- [Extracted data entries]:
■ ■ ■

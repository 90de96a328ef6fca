using System.Globalization;
using LoadWatch.Activities;
using LoadWatch.Stimulus;

namespace LoadWatch.Service.Explain;

/// <summary>How a channel is read for what it asked of the motor units, and after whom.</summary>
internal sealed record StimulusFormula(string Formula, string Source)
{
    /// <summary>When a day of a region is heavy or fast.</summary>
    public const string HeavyOrFast = "heavy or fast: 3 hard bouts (3 s or more at a relative drive of 0.70), or 6 hard repetitions in 2 sets (a choice; mid values)";

    private const string Pool = "the pool of 120 motor units of Potvin and Fuglevand 2017, PLoS Comput Biol 13(6):e1005581; how intensity becomes drive is an assumption";

    private const string Zourdos = "Zourdos et al. 2016, J Strength Cond Res 30:267-275";

    /// <summary>Null where nothing was read.</summary>
    public static StimulusFormula? Of(string channel) => channel switch
    {
        StimulusChannels.Power => new("drive 0.65 at critical power, 1 at the maximal power that what is left of W' allows, where there is a true one; class seconds = recruited share of the class x time", Pool),
        StimulusChannels.Speed => new("drive 0.65 at critical speed, 1 at the maximal speed that what is left of D' allows, where there is a true one; slopes as the speed on the level of the same cost", $"{Pool}; slopes by Minetti et al. 2002"),
        StimulusChannels.HeartRate => new("drive 0.65 at the second threshold (85 % of the reserve where none is anchored), in proportion below", Pool),
        StimulusChannels.Sets => new("drive = load / capacity, which falls evenly from the rested maximum to the load at the repetition that fails", Pool),
        StimulusChannels.Declared => new("taken as staff declared it", "no source: a statement"),
        _ => null,
    };

    public static string Of(Grade grade) => grade switch
    {
        Grade.A => "demand and maximum measured",
        Grade.B => "one of them estimated from own bests, or a lower bound of a logged set",
        Grade.C => "inferred",
        Grade.D => "a lower bound, declared, or without load",
        _ => "heart rate only: bouts unknown, never none",
    };

    /// <summary>How a set is read by a rule, and after whom.</summary>
    public static StimulusFormula Of(SetRule rule, EquationChoices equations) => rule switch
    {
        SetRule.LoadAndMaximum => new(
            "load and maximum: L = load / one-repetition maximum; before repetition k of m to failure the capacity is 1 - (1 - L)(k - 1)/(m - 1), drive = L / capacity; without a reserve drive = L",
            $"{Pool}; reserve = 10 - hardness: {Zourdos}"),
        SetRule.Chart => new(
            "repetitions to failure: L is what so many repetitions, done and in reserve, let expect, up to 12 in all; then as with load and maximum",
            $"{QuantityFormula.SourceOf(equations.OneRepetitionMaxByRepetitions)}; reserve = 10 - hardness: {Zourdos}"),
        SetRule.Fast => new(
            string.Create(CultureInfo.InvariantCulture, $"fast: drive = {equations.FastLoadFactor:0.##} x L, at most 1, from 30 to 70 % of the maximum; the low reading takes L alone; a measured bar is fast from {equations.FastBarSpeed:0.##} m/s on"),
            "Desmedt and Godaux 1977, J Physiol 264:673-693: units join a fast contraction at about a third of the force (the third from memory)"),
        SetRule.DeclaredFast => new("fast as declared, nothing else known: drive 0.70, low 0, high 1", "no source: a statement, the numbers are a choice"),
        _ => new(
            "hold: drive = hardness / 10 over its last 3 s; what came before is left out, a lower bound",
            $"no source: a choice; hardness = 10 - reserve where only that is stated: {Zourdos}"),
    };

    /// <summary>What no measurement stands behind; nothing where nothing was read.</summary>
    /// <param name="age">Full years on the date, or null where unknown.</param>
    /// <param name="steps">Of power or speed; null where they are not known, and nothing is said of what lies above the critical value.</param>
    /// <param name="rules">By which sets were read; empty where that is not known.</param>
    public static IEnumerable<string> Assumptions(string channel, int? age, EnduranceSteps? steps, IReadOnlyCollection<SetRule> rules) =>
        channel is StimulusChannels.None or StimulusChannels.Declared ? [] : [.. OfChannel(channel, steps, rules), .. OfAll(channel, age)];

    private static IEnumerable<string> OfChannel(string channel, EnduranceSteps? steps, IReadOnlyCollection<SetRule> rules) => channel switch
    {
        StimulusChannels.Power => [AtCritical("critical power"), .. Above("critical power", "W'", steps)],
        StimulusChannels.Speed =>
        [
            AtCritical("critical speed"),
            .. Above("critical speed", "D'", steps),
            .. steps is { LowestLeft: not null } ? [string.Create(CultureInfo.InvariantCulture, $"D' comes back as W' does, critical speed standing for {WPrimeBalance.FittedCriticalWatts:0} W")] : Array.Empty<string>(),
        ],
        StimulusChannels.HeartRate => [AtCritical("the second threshold") + ", in proportion below it"],
        _ =>
        [
            .. rules.Count == 0 || rules.Any(rule => rule is SetRule.LoadAndMaximum or SetRule.Chart)
                ? ["within a set the capacity falls evenly, from the rested maximum to the load at the repetition that fails"]
                : Array.Empty<string>(),
            .. rules.All(rule => rule == SetRule.Hold) && rules.Count > 0 ? Array.Empty<string>() : ["a repetition lifts for 1 s where nothing else is stated"],
        ],
    };

    private static string AtCritical(string critical) => string.Create(CultureInfo.InvariantCulture, $"the relative drive at {critical} is {Variant.Mid.CriticalDrive:0.00}");

    private static IEnumerable<string> Above(string critical, string reserve, EnduranceSteps? steps) => steps switch
    {
        null => [],
        { Limits.Maximum: null } => [$"without a true maximum every moment above {critical} is read as at it, a lower bound"],
        { LowestLeft: null } => [$"every moment above {critical} is read as fresh"],
        _ => [$"what can be given above {critical} falls in proportion to what is left of {reserve}"],
    };

    private static IEnumerable<string> OfAll(string channel, int? age)
    {
        yield return "one pool of motor units stands for all muscles that the work goes through, its three classes by their share of force";
        if (channel != StimulusChannels.HeartRate)
        {
            yield return string.Create(CultureInfo.InvariantCulture, $"work is hard from a relative drive of {HardLine.Drive:0.00} on");
        }

        yield return $"the low and high ends of each band are the same session read with large units joining late and early (recruitment range 70 and 30, usually 50; {Spans(age)} either way)";
    }

    private static string Spans(int? age)
    {
        var older = Variants.Of(age) == Variants.Older;
        var critical = (Variants.Of(age).High.CriticalDrive - Variant.Mid.CriticalDrive).ToString("0.###", CultureInfo.InvariantCulture);
        return $"class shares {(older ? 15 : 10)} points and critical drive {critical}{(older ? $" from {Variants.OlderFrom} years on" : "")}";
    }
}
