using NodaTime;

namespace LoadWatch.Storage.Services;

/// <summary>Table <c>trouble</c>: what is wrong with the service itself, from its beginning to its end, so that each is told once.</summary>
public sealed class TroubleTable
{
    private const string SelectAll = "SELECT name, since, sentence FROM trouble ORDER BY name";
    private const string Insert = "INSERT INTO trouble (name, since, sentence) VALUES (@Name, @Since, @Sentence)";
    private const string Delete = "DELETE FROM trouble WHERE name = @name";

    private readonly StoreSession session;

    internal TroubleTable(StoreSession session) => this.session = session;

    /// <summary>What stands, by name.</summary>
    public IReadOnlyList<StandingTrouble> All() => session.Rows<Row>(SelectAll).ConvertAll(row => new StandingTrouble(row.Name, row.Since, row.Sentence));

    public void Begin(StandingTrouble trouble) => session.Execute(Insert, trouble);

    public void End(string name) => session.Execute(Delete, new { name });

    private sealed class Row
    {
        public string Name { get; init; } = "";

        public Instant Since { get; init; }

        public string Sentence { get; init; } = "";
    }
}

/// <param name="Name">Stays the same while the trouble lasts.</param>
/// <param name="Sentence">As it was told at its beginning.</param>
public sealed record StandingTrouble(string Name, Instant Since, string Sentence);
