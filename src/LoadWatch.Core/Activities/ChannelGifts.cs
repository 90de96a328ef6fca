using LoadWatch.Recordings;

namespace LoadWatch.Activities;

/// <summary>
/// Shares the readings of one channel among the recordings of an activity. The richest in which the channel is usable gives its readings; beyond its
/// first and last one those of the next richest count, and so on, as long as they lie in no other activity: a bike computer that died goes on by the
/// watch, a watch that ran on into the next session stops there.
/// </summary>
internal sealed class ChannelGifts
{
    /// <summary>What is shorter is not added: the difference between two hands on two buttons. A choice.</summary>
    public const long ShortestMilliseconds = 60_000;

    private readonly Channel channel;
    private readonly Func<RecordingSummary, IReadOnlyList<Stretch>> claimed;
    private readonly List<(RecordingSummary Recording, Stretch Stretch)> shares = [];
    private long? first;
    private long? last;

    /// <param name="recordings">That may give, winner first, then richest first.</param>
    /// <param name="claimed">The stretches of a recording that belong to other activities.</param>
    public ChannelGifts(
        Channel channel, IReadOnlyList<RecordingSummary> recordings, RecordingSummary winner, Func<RecordingSummary, IReadOnlyList<Stretch>> claimed)
    {
        this.channel = channel;
        this.claimed = claimed;
        var usable = recordings.Where(one => Extent(one) is { IsUsable: true } && (one == winner || Free(one, Stretch.Always) > 0)).ToList();
        if (usable.FirstOrDefault() is { } richest)
        {
            Begin(richest);
            usable.Skip(1).ToList().ForEach(Extend);
        }
        else if (recordings.Contains(winner) && Extent(winner) is not null)
        {
            shares.Add((winner, Stretch.Always));
        }
    }

    /// <summary>The stretches that each recording gives; none that gives nothing.</summary>
    public IEnumerable<(RecordingSummary Recording, Gift Gift)> Gifts => shares
        .GroupBy(share => share.Recording, share => share.Stretch)
        .Select(given => (given.Key, new Gift(channel, null, [.. given.OrderBy(one => one.From is not null).ThenBy(one => one.From).SelectMany(one => one.Without(claimed(given.Key)))])))
        .Where(given => given.Item2.Stretches.Count > 0);

    private ChannelExtent? Extent(RecordingSummary recording) => recording.Extent(channel);

    private void Begin(RecordingSummary richest)
    {
        shares.Add((richest, Stretch.Always));
        (first, last) = (Extent(richest)!.First, Extent(richest)!.Last);
    }

    private void Extend(RecordingSummary next)
    {
        var extent = Extent(next)!;
        if (extent.First < first && Free(next, new Stretch(null, first)) >= ShortestMilliseconds)
        {
            Cut(new Stretch(first, null));
            shares.Add((next, new Stretch(null, first)));
            first = extent.First;
        }

        if (extent.Last > last && Free(next, new Stretch(last + 1, null)) >= ShortestMilliseconds)
        {
            Cut(new Stretch(null, last + 1));
            shares.Add((next, new Stretch(last + 1, null)));
            last = extent.Last;
        }
    }

    private void Cut(Stretch to)
    {
        for (var at = 0; at < shares.Count; at++)
        {
            shares[at] = (shares[at].Recording, shares[at].Stretch.Within(to)!);
        }
    }

    /// <summary>How long the recording has usable readings of the channel within the stretch that no other activity claims, milliseconds.</summary>
    private long Free(RecordingSummary recording, Stretch stretch) =>
        new Stretch(Extent(recording)!.First, Extent(recording)!.Last + 1).Within(stretch) is { } own ? own.Without(claimed(recording)).Length() : 0;
}
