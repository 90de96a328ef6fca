using System.Globalization;
using LoadWatch.People;
using LoadWatch.Recordings;
using LoadWatch.Stimulus;
using NodaTime;

namespace LoadWatch.Service.Explain;

/// <summary>Which maximal power or speed the stimulus reads on a date, and why not another one.</summary>
/// <param name="Critical">Critical power or speed, or null: then none is read.</param>
/// <param name="Reserve">W' or D', or null.</param>
/// <param name="Maximum">The one that is read, or null.</param>
internal sealed record MaximumReading(LocalDate Date, Anchor? Critical, Anchor? Reserve, Anchor? Maximum)
{
    /// <summary>What is read of the three.</summary>
    public IEnumerable<Anchor> Read => new[] { Critical, Reserve, Maximum }.OfType<Anchor>();

    public static MaximumReading OfPower(AnchorBook book, LocalDate date, string person, Sport sport) =>
        PowerCapacity.On(date, person, book, sport) is { } capacity ? new(date, capacity.Critical, capacity.WPrime, capacity.Maximum) : new(date, null, null, null);

    public static MaximumReading OfSpeed(AnchorBook book, LocalDate date, string person) =>
        SpeedCapacity.On(date, person, book) is { } capacity ? new(date, capacity.Critical, capacity.DPrime, capacity.Maximum) : new(date, null, null, null);

    /// <summary>In plain words; null of the one that is read.</summary>
    /// <param name="one">A maximal power or speed that holds on the date.</param>
    public string? WhyNot(Anchor one)
    {
        var critical = one.Kind == AnchorKind.PowerMax ? "critical_power" : "critical_speed";
        var ratio = one.Kind == AnchorKind.PowerMax ? PowerCapacity.LeastRatio : SpeedCapacity.LeastRatio;
        return one == Maximum ? null
            : Critical is null ? $"no {critical} holds"
            : (one.ShownOn ?? one.Date) is not { } shown ? "undated"
            : shown < Date.PlusDays(-PowerCapacity.RecentDays) ? $"older than {PowerCapacity.RecentDays} days"
            : Maximum is null && one.Value < ratio * Critical.Value ? string.Create(CultureInfo.InvariantCulture, $"below {ratio} times {critical}, so it is not from a sprint")
            : "another goes before";
    }
}
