# -- keys -----------------------------------------------------------------------------


def test_every_menu_opens_by_a_key_of_its_own(window):
    titles = [action.text() for action in window.menuBar().actions()]
    keys = [title[title.index("&") + 1].lower() for title in titles]
    assert len(set(keys)) == len(keys)


def test_the_draw_menu_shows_the_keys_of_the_tools(window):
    draw = next(a for a in window.menuBar().actions() if a.text() == "&Draw").menu()
    keys = [action.shortcut().toString() for action in draw.actions()[:9]]
    assert keys == [str(number) for number in range(1, 10)]


def test_tab_leads_from_a_begun_drawing_to_the_entry_strip(window, qtbot):
    run_tool(window)
    window.drawings.take_keyboard()
    QTest.keyClick(window.drawings.plan, KEY.Key_Tab)
    assert window.strip.fields[0].hasFocus()


def test_words_typed_on_the_drawing_go_into_the_entry_strip(window, qtbot):
    tool = run_tool(window)
    window.drawings.take_keyboard()
    QTest.keyClicks(window.drawings.plan, "t")
    QTest.keyClicks(window.strip.words, "o 1 2 z 3")
    QTest.keyClick(window.strip.words, KEY.Key_Return)
    assert tool._points == [(1.0, 2.0, 3.0)]


def test_a_new_layout_is_chosen_by_keys_at_once(window, qtbot):
    window.show_page(window.new_page)
    assert QApplication.focusWidget() in window.new_page.buttons


# -- risers and cuts ------------------------------------------------------------------


def test_a_riser_leads_to_the_next_floor(window):
    document = window.document
    first = Storey(id="first", name="First floor", floor_level=4.0)
    document.edit("Add a storey", added(document.committed, first))
    made = drawn_run(document, (0, 0, 2.5), (5, 0, 2.5))
    commands.raise_selected_run(document)
    assert document.committed.by_id()[made].route[-1] == (5.0, 0.0, 4.0)
    commands.raise_selected_run(document)
    assert document.committed.by_id()[made].route[-2:] == ((5, 0, 2.5), (5, 0, 7.5))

■ ■ ■

- [Work item]:
Please transcribe exactly the line containing "document = window.document" and every line after it through the end of the records, and nothing else.

- [Response to this task]:
    document = window.document
    first = Storey(id="first", name="First floor", floor_level=4.0)
    document.edit("Add a storey", added(document.committed, first))
    made = drawn_run(document, (0, 0, 2.5), (5, 0, 2.5))
    commands.raise_selected_run(document)
    assert document.committed.by_id()[made].route[-1] == (5.0, 0.0, 4.0)
    commands.raise_selected_run(document)
    assert document.committed.by_id()[made].route[-2:] == ((5, 0, 2.5), (5, 0, 7.5))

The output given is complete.